I am not familiar with those breeders you listed but you might also check out
Sunbeam Goldens Sunbeam Goldens


----------



## SheetsSM (Jan 17, 2008)

GoldyGirly said:


> I'm looking for a responsible breeder in southern ca to add a golden puppy to our family. We really want a healthy dog from healthy parents with all of the health clearances.
> 
> Anyone have any positive or negative info about the following breeders (or any other breeders you could recommend or advise to avoid)?
> 
> ...


Sierra - no registered names on the site to verify their claim for clearances, links to massive puppy broker site

Ebbert - talks the talk but doesn't appear to be walking the walk--states clearances are in place, but the one golden they have listed Savvy doesn't have clearances & they're claiming her to be an "English Cream" which nothing more than a marketing ploy

Chadwick - incomplete clearances & evidence breeding bitches before age 2 (Shilah). Pics of their bitches don't do anything to represent the dog well, dogs hunched over. 

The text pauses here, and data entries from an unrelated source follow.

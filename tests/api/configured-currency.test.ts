import { afterAll, beforeAll, describe, expect, it } from 'vitest';
import { sessionAnswerSchema } from '../../shared/schemas/auth.schema';
import { contractorWithEstimate, mailTo, merchantWithCatalogue, orderBody } from '../setup/order-scenario';
import { createTestApp, type TestApp } from '../setup/test-app';

// The currency is configured once (CURRENCY, an ISO 4217 code; GBP when unset): the session names it
// to the browser, and the e-mails write amounts in it through the one money formatter.
let euro: TestApp;
let pounds: TestApp;
beforeAll(async () => {
  [euro, pounds] = await Promise.all([createTestApp({ CURRENCY: 'eur' }), createTestApp()]);
});
afterAll(async () => Promise.all([euro?.close(), pounds?.close()]));

describe('the configured currency', () => {
  it('travels with the session, upper-cased, and is GBP when nothing is configured', async () => {
    const m = await merchantWithCatalogue(euro);
    const k = await contractorWithEstimate(euro, m);
    const answer = sessionAnswerSchema.parse((await k.c.get('/api/auth/session')).body);
    expect(answer.session?.currency).toBe('EUR');
    expect((await k.c.get('/api/auth/me')).body.currency).toBe('EUR');

    const home = await contractorWithEstimate(pounds, await merchantWithCatalogue(pounds));
    expect(sessionAnswerSchema.parse((await home.c.get('/api/auth/session')).body).session?.currency).toBe('GBP');
  });

  it('writes the amounts of an order e-mail in the configured currency', async () => {
    const m = await merchantWithCatalogue(euro);
    const k = await contractorWithEstimate(euro, m);
    const placed = await k.c.post('/api/orders', orderBody(k, m));
    expect(placed.status, JSON.stringify(placed.body)).toBe(201);
    const subtotal = placed.body.subtotal as number;
    const mail = await mailTo(euro, k.email, /sent to/);
    const euros = new Intl.NumberFormat('en-GB', { style: 'currency', currency: 'EUR' }).format(subtotal / 100);
    expect(mail.text).toContain(`(${euros} before tax)`);
    expect(mail.text).not.toContain('£');
  });
});
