import request from 'supertest';
import { afterAll, beforeAll, describe, expect, it } from 'vitest';
import { invoiceSchema } from '../../shared/schemas/invoice.schema';
import { returnBase } from '../../server/http/return-origin';
import { createTestApp, type TestApp } from '../setup/test-app';
import { contractorWithEstimate, merchantWithCatalogue, orderBody, type TestMerchant } from '../setup/order-scenario';
import { signIn } from '../setup/scenario';
import type { Client } from '../setup/test-app';

let t: TestApp;
beforeAll(async () => {
  t = await createTestApp({ LOGIN_RATE_LIMIT: '1000', APP_ORIGINS: 'http://desk.tollerbeck.test:8080' });
});
afterAll(async () => t.close());

/** A confirmed order invoiced to the contractor, with the contractor on 30-day terms when `account`. */
async function invoiced(m: TestMerchant, account?: { card_payments?: boolean }) {
  const k = await contractorWithEstimate(t, m);
  const desk = await signIn(t.app, m.ownerEmail);
  const placed = await k.c.post('/api/orders', orderBody(k, m));
  if (account) expect((await desk.send('put', `/api/accounts/${k.organisationId}`, { terms_days: 30, ...account })).status).toBe(200);
  expect((await desk.post(`/api/orders/${placed.body.id}/confirm`, {})).status).toBe(200);
  const inv = await desk.post(`/api/orders/${placed.body.id}/invoice`);
  expect(inv.status).toBe(201);
  return { k, desk, invoice: invoiceSchema.parse((await k.c.get(`/api/invoices/${inv.body.id}`)).body) };
}

/** Starts a card payment as a browser at `origin` would, and reads where the payment page sends the payer back. */
async function startFrom(c: Client, invoiceId: number, origin: string) {
  const token = await c.csrf();
  const res = await c.agent.post(`/api/invoices/${invoiceId}/payments`).set('X-CSRF-Token', token).set('Host', new URL(origin).host).set('Origin', origin).send({ method: 'card' });
  expect(res.status, JSON.stringify(res.body)).toBe(201);
  const url = new URL(res.body.checkout_url as string);
  const paid = await request(url.origin).post(url.pathname).type('form').send({ card_number: '4242 4242 4242 4242', expiry: '12/34', cvc: '123', name: 'Tamsin Orrell' });
  return String(paid.headers.location);
}

describe('the card payment page sends the payer back to the address they paid from', () => {
  it('returns to the address the browser used, outside production', async () => {
    const m = await merchantWithCatalogue(t);
    const { k, invoice } = await invoiced(m);
    expect(await startFrom(k.c, invoice.id, 'http://roofs.lan:3000')).toMatch(new RegExp(`^http://roofs\\.lan:3000/invoices/${invoice.id}\\?payment=done`));
  });

  it('returns to one of the allowed origins, and to APP_URL for any other address', async () => {
    const base = { appUrl: 'https://app.ridgeload.test', allowedOrigins: ['https://app.ridgeload.test', 'https://desk.tollerbeck.test'], isProduction: true };
    const req = (headers: Record<string, string>) => ({ get: (h: string) => headers[h.toLowerCase()], protocol: 'https' }) as never;
    expect(returnBase(req({ origin: 'https://desk.tollerbeck.test', host: 'desk.tollerbeck.test' }), base)).toBe('https://desk.tollerbeck.test');
    expect(returnBase(req({ referer: 'https://desk.tollerbeck.test/invoices/4', host: 'desk.tollerbeck.test' }), base)).toBe('https://desk.tollerbeck.test');
    // In production the address used is not enough: it must be listed.
    expect(returnBase(req({ origin: 'https://elsewhere.test', host: 'elsewhere.test' }), base)).toBe('https://app.ridgeload.test');
    expect(returnBase(req({ host: 'app.ridgeload.test' }), base)).toBe('https://app.ridgeload.test');

    const m = await merchantWithCatalogue(t);
    const { k, invoice } = await invoiced(m);
    // A page on another site cannot choose where the payer lands.
    const token = await k.c.csrf();
    const res = await k.c.agent.post(`/api/invoices/${invoice.id}/payments`).set('X-CSRF-Token', token).set('Origin', 'http://elsewhere.test').send({ method: 'card' });
    expect(res.status).toBe(201);
    const url = new URL(res.body.checkout_url as string);
    const paid = await request(url.origin).post(url.pathname).type('form').send({ card_number: '4242 4242 4242 4242', expiry: '12/34', cvc: '123', name: 'Tamsin Orrell' });
    expect(String(paid.headers.location).startsWith(`${t.config.appUrl}/invoices/${invoice.id}`)).toBe(true);
  });

  it('honours APP_ORIGINS', async () => {
    const m = await merchantWithCatalogue(t);
    const { k, invoice } = await invoiced(m);
    const token = await k.c.csrf();
    const res = await k.c.agent.post(`/api/invoices/${invoice.id}/payments`).set('X-CSRF-Token', token).set('Origin', 'http://desk.tollerbeck.test:8080').send({ method: 'card' });
    expect(res.status).toBe(201);
    const url = new URL(res.body.checkout_url as string);
    const paid = await request(url.origin).post(url.pathname).type('form').send({ card_number: '4242 4242 4242 4242', expiry: '12/34', cvc: '123', name: 'Tamsin Orrell' });
    expect(String(paid.headers.location)).toMatch(/^http:\/\/desk\.tollerbeck\.test:8080\/invoices\//);
  });
});

describe('a contractor on account may pay an open invoice by card', () => {
  it('shows card payment on an account invoice and takes it', async () => {
    const m = await merchantWithCatalogue(t);
    const { k, invoice } = await invoiced(m, {});
    expect(invoice).toMatchObject({ pay_by: 'account', card_payment: true });
    const res = await k.c.post(`/api/invoices/${invoice.id}/payments`, { method: 'card' });
    expect(res.status, JSON.stringify(res.body)).toBe(201);
    expect(res.body.checkout_url).toMatch(/\/pay\/cs_test_/);
  });

  it('refuses card payment where the merchant turned it off for the account, and says so', async () => {
    const m = await merchantWithCatalogue(t);
    const { k, desk, invoice } = await invoiced(m, { card_payments: false });
    expect(invoice.card_payment).toBe(false);
    const res = await k.c.post(`/api/invoices/${invoice.id}/payments`, { method: 'card' });
    expect(res.status).toBe(409);
    expect(res.body.error.code).toBe('card_payment_off');
    const accounts = (await desk.get('/api/accounts')).body.accounts;
    expect(accounts).toEqual([expect.objectContaining({ contractor: expect.objectContaining({ id: k.organisationId }), terms_days: 30, card_payments: false })]);
    // Turned on again, the same invoice can be paid by card.
    expect((await desk.send('put', `/api/accounts/${k.organisationId}`, { terms_days: 30, card_payments: true })).body.card_payments).toBe(true);
    expect((await k.c.post(`/api/invoices/${invoice.id}/payments`, { method: 'card' })).status).toBe(201);
  });
});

Autumnwind - clearances appear to be in place & they're doing more than just pumping out puppies


----------



## Wyatt's mommy (Feb 25, 2011)

gold4me said:


> I am not familiar with those breeders you listed but you might also check out
> Sunbeam Goldens Sunbeam Goldens


 
Wow won't they allow your dog to participate in conformation?


----------



## GoldyGirly (Dec 21, 2012)

Thank you!


----------



## HiTideGoldens (Dec 29, 2009)

Wyatt's mommy said:


> Wow won't they allow your dog to participate in conformation?


I can assure you that Cathy allows puppies she breeds to participate in conformation. I see them in the ring at most local shows  The discussion about non-conformation is because pet puppies are sold on limited registration, which means you cannot participate in conformation but can enter any other AKC event.


----------



## HiTideGoldens (Dec 29, 2009)

To the OP, as I mentioned in the other thread, Autumnwind is a friend of mine. Sparkle is a half sister to my Jack actually. They are definitely reputable and I know all clearances are in order on this litter. That being said, I am not sure there are puppies available so I would contact her sooner rather than later if you are interested.


----------



## gold4me (Mar 12, 2006)

Wyatt's mommy said:


> Wow won't they allow your dog to participate in conformation?

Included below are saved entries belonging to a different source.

describe('proof of delivery: uploads are checked by their bytes, size and count', () => {
  it('refuses a .jpg that is really text, a 9 MB photo, seven photos and a signature that is not a PNG, and records nothing', async () => {
    const m = await merchantWithCatalogue(t);
    const run = await runToday(m);
    const { order } = await dropOnRun(m, run);
    const driver = await signIn(t.app, m.driverEmail);
    const token = await driver.csrf();
    const fields = { receiver_name: 'Lowri Haskett' };

    const text = await multipart(driver, token, order.id, fields, [{ field: 'photos', data: Buffer.from('not a photo at all, only words\n'.repeat(40)), name: 'site.jpg', type: 'image/jpeg' }]);
    expect(text.status).toBe(422);
    expect(text.body.error.code).toBe('file_type_refused');
    expect(text.body.error.details[0]).toMatchObject({ path: 'photos.0' });
    expect(text.body.error.details[0].message).toMatch(/site\.jpg/);

    const big = Buffer.concat([await jpeg(), Buffer.alloc(9 * 1024 * 1024)]);
    const tooBig = await multipart(driver, token, order.id, fields, [{ field: 'photos', data: big, name: 'big.jpg', type: 'image/jpeg' }]);
    expect(tooBig.status).toBe(413);
    expect(tooBig.body.error.code).toBe('file_too_large');

    const photo = await jpeg();
    const seven = await multipart(
      driver,
      token,
      order.id,
      fields,
      Array.from({ length: 7 }, (_, i) => ({ field: 'photos', data: photo, name: `p${i}.jpg`, type: 'image/jpeg' })),
    );
    expect(seven.status).toBe(422);
    expect(seven.body.error.code).toBe('too_many_files');

    const jpegSignature = await multipart(driver, token, order.id, fields, [{ field: 'signature', data: photo, name: 'signature.png', type: 'image/png' }]);
    expect(jpegSignature.status).toBe(422);
    expect(jpegSignature.body.error.details[0]).toMatchObject({ path: 'signature' });

    expect((await t.db('orders').where({ id: order.id }).first()).status).toBe('on_the_road');
    expect(await t.db('delivery_proofs').where({ order_id: order.id })).toHaveLength(0);
  });

  it('accepts a WebP photo named .txt, because its bytes say it is an image', async () => {
    const m = await merchantWithCatalogue(t);
    const run = await runToday(m);
    const { order } = await dropOnRun(m, run);
    const driver = await signIn(t.app, m.driverEmail);
    const webp = await sharp({ create: { width: 64, height: 64, channels: 3, background: '#335577' } })
      .webp()
      .toBuffer();
    const res = await multipart(driver, await driver.csrf(), order.id, { receiver_name: 'Site office' }, [{ field: 'photos', data: webp, name: 'notes.txt', type: 'text/plain' }]);
    expect(res.status, JSON.stringify(res.body)).toBe(200);
    expect(res.body.proof.photos[0].content_type).toBe('image/webp');
  });
});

Not sure what you mean. My boy Gambler was in conformation shows until he was 1 and we just are not into the showing.


----------



## HiTideGoldens (Dec 29, 2009)

gold4me said:


> Not sure what you mean. My boy Gambler was in conformation shows until he was 1 and we just are not into the showing.


I think she was referring to the pet puppies being registered under Limited Registration. It's mentioned on the site that they cannot participate in conformation. As I mentioned above, that is not the Turners' policy, that is the AKC.


----------



## gold4me (Mar 12, 2006)

Oh thank you. I was not sure what she meant!


----------



## Wyatt's mommy (Feb 25, 2011)

goldenjackpuppy said:


> I can assure you that Cathy allows puppies she breeds to participate in conformation. I see them in the ring at most local shows  The discussion about non-conformation is because pet puppies are sold on limited registration, which means you cannot participate in conformation but can enter any other AKC event.


Got it. It says puppies placed as potential show dogs can be fully registered. They know a puppy has that potential at the age of 8 weeks?


----------



## DanaRuns (Sep 29, 2012)

Cathie Turner at Sunbeam is an excellent breeder, and I think she has a litter on the ground now. Also, I think Sharon Shilkoff has a litter, or soon will. If you want a boy, I know of a beautiful one that is available out of one of my favorite local champions, and can go home in a few weeks. PM me for details.


----------



## DanaRuns (Sep 29, 2012)

Wyatt's mommy said:


> Got it. It says puppies placed as potential show dogs can be fully registered. They know a puppy has that potential at the age of 8 weeks?


They say that puppies 7-8 weeks old have the basic structure they will have as adults. But picking show puppies is an art, and pretty much every breeder has tales of puppies that turned out better than their show picks.


----------



## HiTideGoldens (Dec 29, 2009)

Wyatt's mommy said:


> Got it. It says puppies placed as potential show dogs can be fully registered. They know a puppy has that potential at the age of 8 weeks?


The key word here is "potential" and the answer is yes. Puppies are generally evaluated at about 8 weeks old and theoretically, you can determine which puppies are show prospects at that age. Of course there are no guarantees, but the proportions at 8 weeks (plus and minus 3 days) are supposed to be very close to the proportions as an adult.


----------



## Wyatt's mommy (Feb 25, 2011)

DanaRuns said:


> They say that puppies 7-8 weeks old have the basic structure they will have as adults. But picking show puppies is an art, and *pretty much every breeder has tales of puppies that turned out better than their show picks*.


LOL! I would think so.


----------



## Slowtea (Nov 24, 2012)

I would stay away from Sierra and Ebbert. I contacted them before I was given a referral to a reputable breeder. 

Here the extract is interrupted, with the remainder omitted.